Lectura del Santo Evangelio según San Lucas. Gloria a ti, Señor.
En aquel tiempo, entró Jesús en el templo y se puso a echar a los vendedores, diciéndoles, escrito está, mi casa es casa de oración, pero vosotros la habéis convertido en una cueva de bandidos. Todos los días enseñaba en el templo. Los sumos sacerdotes, los escribas y los notables del pueblo intentaban quitarlo de medio, pero se dieron cuenta de que no podían hacer nada porque el pueblo entero estaba pendiente de sus labios.
Palabra del Señor. Señor Jesús.
Todos conocemos este pasaje del evangelio. Jesús expulsa a los vendedores del templo y dice, "Mi casa es casa de oración." Siempre es importante recordar el valor sagrado de nuestros templos y cuidar todos los detalles que tienen que ver con esa urbanidad de la piedad, el silencio, las posturas, la forma de vestir, el recogimiento, etcétera.
La palabra templo con mayúsculas se aplica a Cristo. Él es el templo. Porque por Cristo, con Cristo y en Cristo entramos en comunión con el Padre, con la fuerza del Espíritu Santo. Jesús es el templo. Y luego de Jesús se aplica a la Virgen María. Ella es llamada también templo de Dios. Ella es el santuario más bonito, más bello de la Santísima Trinidad.

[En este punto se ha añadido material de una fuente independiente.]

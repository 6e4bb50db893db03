/**
 * The sampling kernel of the piecewise method. @internal
 *
 * @packageDocumentation
 */
import type { Counters } from '../../core/counters.js';
import { EnvelopeViolationError, StalledSamplerError } from '../../core/errors.js';
import { checkLogDensity } from '../../core/evaluate.js';
import type { UniformBlock } from '../../random/uniform-block.js';
import { nextUniform } from '../../random/uniform-block.js';
import type { GuideTable, SHARE_FLOOR } from '../envelope/guide-table.js';
import { restOfUniform } from '../envelope/guide-table.js';
import type { Tables } from '../envelope/piece-tables.js';
import { logTolerance } from '../envelope/tolerance.js';
import { invertPiece, pieceLogEnvelopeAt } from '../envelope/transforms.js';
import { exp } from '../../vendor/math.js';
import { expScreen } from '../envelope/exp-screen.js';

/**
 * Mutable state the kernel reads (tables are replaced after a repair). The
 * kernel itself mutates only `pending*` (and the counters); the repair that
 * follows a pending violation is done by the caller. @internal
 */
export interface KernelState {
  api: string;
  t: Tables;
  guide: GuideTable;
  logf: (x: number) => number;
  counters: Counters;
  /** The uniforms: blocks of an owned MT19937, or one value at a time from an injected source (the same values in the same order). */
  blk: UniformBlock;
  maxRejections: number;
  /** Repair instead of throwing on a violation. */
  adapt: boolean;
  /** Set when the kernel stops for a repair: the point, its log-density, the envelope (or squeeze) there, which one. */
  pendingX: number;
  pendingL: number;
  pendingBound: number;
  pendingWhat: 'envelope' | 'squeeze';
}

/**
 * Fills `out[start..n)`. Returns −1 when done, or the index of the draw in
 * progress when a violation was found and `adapt` is set (the candidate is
 * dropped; `pending*` describe it).
 *
 * @remarks
 * Per proposal two or three uniforms, as in the hull kernel: u1 picks a
 * piece through the guide table (Chen & Asau 1974); the position inverts the
 * piece's envelope cdf at the rest of u1 within the piece when the piece
 * holds at least {@link SHARE_FLOOR} = 2^-12 of the area, else at a fresh
 * uniform; the last is the acceptance variable. A candidate with u3 < squeeze/envelope is accepted
 * without evaluating the target; otherwise logDensity is evaluated, checked
 * for NaN/+Infinity and against envelope and squeeze, and the candidate is
 * accepted when u3 < f/envelope. No allocation.
 * @internal
 */
export function piecewiseFill(s: KernelState, out: Float64Array, start: number, n: number): number {
  const api = s.api;
  const t = s.t;
  const lo = t.lo;
  const hi = t.hi;
  const kind = t.kind;
  const xh = t.highEnd;
  const dir = t.direction;
  const wd = t.width;
  const href = t.highLogHeight;
  const sig = t.rate;
  const pq = t.inversion;
  const sqa = t.squeezeAnchor;
  const sqv = t.squeezeValue;
  const sqs = t.squeezeSlope;
  const gt = s.guide;
  const cum = gt.cum;
  const guide = gt.guide;
  const size = gt.size;
  const total = gt.total;
  const area = t.area;
  const ref = t.ref;
  const logf = s.logf;
  const c = s.counters;
  const blk = s.blk;
  const maxRejections = s.maxRejections;
  for (let i = start; i < n; i++) {
    let rejections = 0;
    for (;;) {
      c.proposals++;
      const u1 = nextUniform(blk);
      let j = guide[(u1 * size) | 0];
      const v = u1 * total;
      while (cum[j] <= v) j++;
      // the position in the piece: the rest of u1, or a fresh uniform in a piece below SHARE_FLOOR
      let u2 = restOfUniform(cum, j, area[j], v, total);
      if (u2 < 0) u2 = nextUniform(blk);
      const sg = sig[j];
      const kj = kind[j];
      const d = invertPiece(kj, pq[j], sg, wd[j], u2);
      const h = xh[j];
      let x = h + dir[j] * d;
      if (x < lo[j]) x = lo[j];
      else if (x > hi[j]) x = hi[j];
      const u3 = nextUniform(blk);
      if (x > -Infinity && x < Infinity) {
        const env = pieceLogEnvelopeAt(kj, href[j], sg, dir[j] > 0 ? x - h : h - x);
        const sv = sqv[j];
        const sq = sv === -Infinity ? -Infinity : sv + sqs[j] * (x - sqa[j]);
        // the squeeze test u3 < exp(y), screened without exp first (same decisions; envelope/exp-screen.ts)
        const y = sq - env;
        if (u3 < expScreen(y) || u3 < exp(y)) {
          out[i] = x;
          break;
        }
        const raw = logf(x);
        c.densityEvaluations++;
        const lf = checkLogDensity(api, x, raw);
        const lr = lf - ref;
        const tol = logTolerance(ref, lr);
        if (lr > env + tol || lr < sq - tol) {
          const what = lr > env + tol ? 'envelope' : 'squeeze';
          const bound = (what === 'envelope' ? env : sq) + ref;
          if (s.adapt) {
            s.pendingX = x;
            s.pendingL = lf;
            s.pendingBound = bound;
            s.pendingWhat = what;
            return i;
          }
          throw new EnvelopeViolationError(api, x, lf, bound, what);
        }
        if (u3 < exp(lr - env)) {
          out[i] = x;
          break;
        }
      }
      if (++rejections >= maxRejections) throw new StalledSamplerError(api, rejections, c.samples, c.proposals);
    }
    c.samples++;
  }
  return -1;
}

Meditemos brevemente sobre el sentido de esta memoria litúrgica. Hoy estamos celebrando la presentación de la Virgen María en el templo. Lo primero que hay que decir es que esta memoria litúrgica se apoya en una piadosa tradición. No está en la Biblia que la Virgen niña fue llevada al templo para ser consagrada a Dios. Por lo tanto, tenemos una piadosa tradición que la Iglesia ha asumido. De hecho, estamos celebrando ese acontecimiento.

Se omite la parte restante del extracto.